## About this task:
Up to and including the line with "return path", copy the records below exactly from their first line.
═══ Information provided ═══
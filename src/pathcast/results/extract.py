"""Read a solved LP back into tidy tables, block by block with numpy (no value-by-value reads)."""

from __future__ import annotations

import numpy as np
import pandas as pd

from ..model.build import PathwayModel
from ..model.capacity import _alive_pairs
from ..model.dispatch import available_output, generation_values
from ..scenario.inputs import PJ_PER_GWH
from ..solve import Solution

__all__ = ["extract_tables", "headline_figures"]


def _frame(values: np.ndarray, dims: dict[str, list], name: str) -> pd.DataFrame:
    """Tidy frame of an array whose axes are labelled by ``dims`` (ordered like the array axes)."""
    index = pd.MultiIndex.from_product(list(dims.values()), names=list(dims))
    return pd.DataFrame({name: np.asarray(values, dtype=float).ravel()}, index=index).reset_index()
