"""Member results on disk: DIR/members/<sha256 of the member's fully resolved scenario>.json, each written atomically
(temporary file in the same folder, then ``os.replace``) the moment the member finishes, so an interrupted run leaves
only whole files and a re-run skips what is done."""

from __future__ import annotations

import json
import os
import tempfile
from pathlib import Path
from typing import Any

import numpy as np

__all__ = ["MemberStore", "write_json_atomic"]


def _default(value: Any) -> Any:
    if isinstance(value, np.ndarray):
        return value.tolist()
    if hasattr(value, "item"):
        return value.item()
    return str(value)


def write_atomic(path: Path, write, suffix: str = ".tmp") -> Path:
    """Call ``write(temporary_path)`` for a temporary file beside ``path``, then ``os.replace`` it into place (atomic
    on POSIX); the temporary file is removed on failure."""
    path = Path(path)
    path.parent.mkdir(parents=True, exist_ok=True)
    handle, tmp = tempfile.mkstemp(prefix=f".{path.name}.", suffix=suffix, dir=path.parent)
    os.close(handle)
    try:
        write(tmp)
        os.chmod(tmp, 0o644)  # mkstemp makes it private; results are for reading
        os.replace(tmp, path)
    except BaseException:
        Path(tmp).unlink(missing_ok=True)
        raise
    return path


def write_json_atomic(path: Path, data: Any) -> Path:
    """Write JSON to ``path`` through a temporary file in the same folder and ``os.replace`` (atomic on POSIX)."""

    def write(tmp: str) -> None:
        with open(tmp, "w", encoding="utf-8") as out:
            json.dump(data, out, indent=1, default=_default)
            out.flush()
            os.fsync(out.fileno())

    return write_atomic(path, write)


class MemberStore:
    def __init__(self, folder: Path):
        self.folder = Path(folder) / "members"

    def path(self, digest: str) -> Path:
        return self.folder / f"{digest}.json"

    def get(self, digest: str) -> dict | None:
        path = self.path(digest)
        if not path.is_file():
            return None
        try:
            return json.loads(path.read_text(encoding="utf-8"))
        except (json.JSONDecodeError, OSError):
            return None  # unreadable: treat as not done (it is solved again)

    def done(self, digest: str, *, retry_failed: bool = False) -> bool:
        """True when the member need not be solved again: solved, or failed for a reason that would recur (a
        PathcastError: invalid member, infeasible, solver status) unless ``retry_failed``."""
        record = self.get(digest)
        if record is None:
            return False
        if record.get("status") == "solved":
            return True
        return not retry_failed and bool(record.get("error", {}).get("deterministic"))

    def put(self, record: dict) -> Path:
        return write_json_atomic(self.path(record["hash"]), record)

    def save_basis(self, digest: str, basis: tuple[np.ndarray, np.ndarray]) -> Path:
        target = Path(self.folder).parent / "basis" / f"{digest}.npz"
        target.parent.mkdir(parents=True, exist_ok=True)
        handle, tmp = tempfile.mkstemp(prefix=f".{target.name}.", suffix=".tmp", dir=target.parent)
        try:
            with os.fdopen(handle, "wb") as out:
                np.savez(out, col_status=basis[0], row_status=basis[1])
            os.replace(tmp, target)
        except BaseException:
            Path(tmp).unlink(missing_ok=True)
            raise
        return target

    def load_basis(self, digest: str) -> tuple[np.ndarray, np.ndarray] | None:
        target = Path(self.folder).parent / "basis" / f"{digest}.npz"
        if not target.is_file():
            return None
        try:
            with np.load(target) as data:
                return data["col_status"].astype(np.int8), data["row_status"].astype(np.int8)
        except (OSError, ValueError, KeyError):
            return None
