def _add_pace_limits(ctx: BuildContext, techs, committed: np.ndarray) -> None:
    """Build growth and early-retirement rows of the technologies that have them, and the base year's fleet in
    service (see the module docstring)."""
    lp, Y = ctx.lp, ctx.Y
    build, service = ctx.blocks[NEW].all(), ctx.blocks[CAPACITY].all()
    growing = [i for i, t in enumerate(techs) if t.build_growth_factor is not None]
    if growing and Y > 1:
        rows = lp.add_rows(
            BUILD_GROWTH_LIMIT,
            ("technology", "year"),
            (len(growing), Y - 1),
            "<=",
            "GW/yr",
            rhs=np.array([[techs[i].build_growth_seed_gw] for i in growing]) + committed[growing, 1:],
        )
        r = rows.local()
        rows.add(r, build[growing, 1:], 1.0)
        rows.add(r, build[growing, :-1], -np.array([[techs[i].build_growth_factor] for i in growing]))
    if not ctx.inputs.new_builds_in_base_year and techs:
        # the base year's fleet is in service as it is: C[t,0] >= existing + committed (N[t,0]), less what exceeds
        # the potential; on the columns -C[t,0] + N[t,0] <= allowance - existing[t,0]
        existing = np.array([t.existing_gw[0] for t in techs], dtype=float)
        potential = np.array([t.max_total_gw[0] for t in techs], dtype=float)
        allowance = np.maximum(existing + committed[:, 0] - potential, 0.0)
        rows = lp.add_rows(
            BASE_YEAR_FLEET, ("technology",), (len(techs),), "<=", "GW", rhs=allowance - existing
        )
        r = rows.local()
        rows.add(r, service[:, 0], -1.0)
        rows.add(r, build[:, 0], 1.0)
    limited = [i for i, t in enumerate(techs) if np.isfinite(t.max_early_retirement_gw)]
    if limited:
        existing = np.array([techs[i].existing_gw for i in limited], dtype=float)
        change = np.diff(existing, axis=1, prepend=0.0)  # existing[y] - existing[y-1], existing[-1] = 0
        rows = lp.add_rows(
            EARLY_RETIREMENT_LIMIT,
            ("technology", "year"),
            (len(limited), Y),
            "<=",
            "GW/yr",
            rhs=np.array([[techs[i].max_early_retirement_gw] for i in limited]) - change,
        )
        r = rows.local()
        rows.add(r, service[limited], -1.0)
        rows.add(r[:, 1:], service[limited, :-1], 1.0)
        rows.add(r, build[limited], 1.0)
        for k, i in enumerate(limited):
            lifetime = techs[i].lifetime
            if lifetime < Y:  # builds of year y - L leave service in y
                rows.add(r[k, lifetime:], build[i, : Y - lifetime], -1.0)
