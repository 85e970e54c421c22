"""The pathway LP as a Pyomo ``ConcreteModel``: one ``Var`` component per variable family and one ``Constraint``
component per constraint family, each row built as a ``LinearExpression`` from the prepared sparse arrays (no
Set-filtered rules or per-element look-ups in the hot path)."""

from __future__ import annotations

import math

import numpy as np
import pyomo.environ as pyo
from pyomo.common.gc_manager import PauseGC
from pyomo.core.expr.numeric_expr import LinearExpression

from .linear_program import LinearProgram

__all__ = ["to_pyomo", "PyomoHandles"]


class PyomoHandles:
    """The Pyomo model with flat lists of its variables and constraints in the LP's column and row order."""

    def __init__(self, model: pyo.ConcreteModel, variables: list, constraints: list):
        self.model = model
        self.variables = variables
        self.constraints = constraints


def to_pyomo(lp: LinearProgram) -> PyomoHandles:
    matrix, row_lower, row_upper = lp.matrix()
    col_lower, col_upper = lp.column_bounds()
    cost = lp.cost_vector()
    model = pyo.ConcreteModel(name="pathcast")
    flat_vars: list = []
    with PauseGC():
        for block in lp.variables.values():
            var = pyo.Var(range(block.size), domain=pyo.Reals, dense=True)
            model.add_component(block.name, var)
            datas = list(var.values())
            lower = [None if math.isinf(v) else v for v in block.lower.tolist()]
            upper = [None if math.isinf(v) else v for v in block.upper.tolist()]
            for v, lo, hi in zip(datas, lower, upper, strict=True):
                v.setlb(lo)
                v.setub(hi)
            flat_vars.extend(datas)

        indptr = matrix.indptr.tolist()
        indices = matrix.indices.tolist()
        data = matrix.data.tolist()
        lower_all = row_lower.tolist()
        upper_all = row_upper.tolist()
        flat_cons: list = []
        start_row = 0
        for block in lp.row_blocks.values():
            n = block.size
            exprs = []
            for i in range(start_row, start_row + n):
                a, b = indptr[i], indptr[i + 1]
                expr = LinearExpression(constant=0.0, linear_coefs=data[a:b], linear_vars=[flat_vars[j] for j in indices[a:b]])
                lo = lower_all[i]
                hi = upper_all[i]
                exprs.append((None if lo == -math.inf else lo, expr, None if hi == math.inf else hi))
            con = pyo.Constraint(range(n), rule=lambda m, i, _e=exprs: _e[i])
            model.add_component(block.name, con)
            flat_cons.extend(con.values())
            start_row += n

        nz = np.flatnonzero(cost)
        objective = LinearExpression(constant=0.0, linear_coefs=cost[nz].tolist(),
                                     linear_vars=[flat_vars[j] for j in nz.tolist()])
        model.total_discounted_cost = pyo.Objective(expr=objective, sense=pyo.minimize)
    return PyomoHandles(model, flat_vars, flat_cons)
═══
## Answer section:
filename src/pathcast/results/extract.py
"""Read a solved LP back into tidy tables, block by block with numpy (no value-by-value reads)."""

from __future__ import annotations

import numpy as np
import pandas as pd

from ..model.build import PathwayModel
from ..model.capacity import _alive_pairs
from ..model.dispatch import available_output, generation_values
from ..scenario.inputs import PJ_PER_GWH
from ..solve import Solution

__all__ = ["extract_tables", "headline_figures"]


def _frame(values: np.ndarray, dims: dict[str, list], name: str) -> pd.DataFrame:
    """Tidy frame of an array whose axes are labelled by ``dims`` (ordered like the array axes)."""
    index = pd.MultiIndex.from_product(list(dims.values()), names=list(dims))
    return pd.DataFrame({name: np.asarray(values, dtype=float).ravel()}, index=index).reset_index()
"""Member results on disk: DIR/members/<sha256 of the member's fully resolved scenario>.json, each written atomically
(temporary file in the same folder, then ``os.replace``) the moment the member finishes, so an interrupted run leaves
only whole files and a re-run skips what is done."""

from __future__ import annotations

import json
import os
import tempfile
from pathlib import Path
from typing import Any

import numpy as np

__all__ = ["MemberStore", "write_json_atomic"]


def _default(value: Any) -> Any:
    if isinstance(value, np.ndarray):
        return value.tolist()
    if hasattr(value, "item"):
        return value.item()
    return str(value)


def write_atomic(path: Path, write, suffix: str = ".tmp") -> Path:
    """Call ``write(temporary_path)`` for a temporary file beside ``path``, then ``os.replace`` it into place (atomic
    on POSIX); the temporary file is removed on failure."""
    path = Path(path)
    path.parent.mkdir(parents=True, exist_ok=True)
    handle, tmp = tempfile.mkstemp(prefix=f".{path.name}.", suffix=suffix, dir=path.parent)
    os.close(handle)
    try:
        write(tmp)
        os.chmod(tmp, 0o644)  # mkstemp makes it private; results are for reading
        os.replace(tmp, path)
    except BaseException:
        Path(tmp).unlink(missing_ok=True)
        raise
    return path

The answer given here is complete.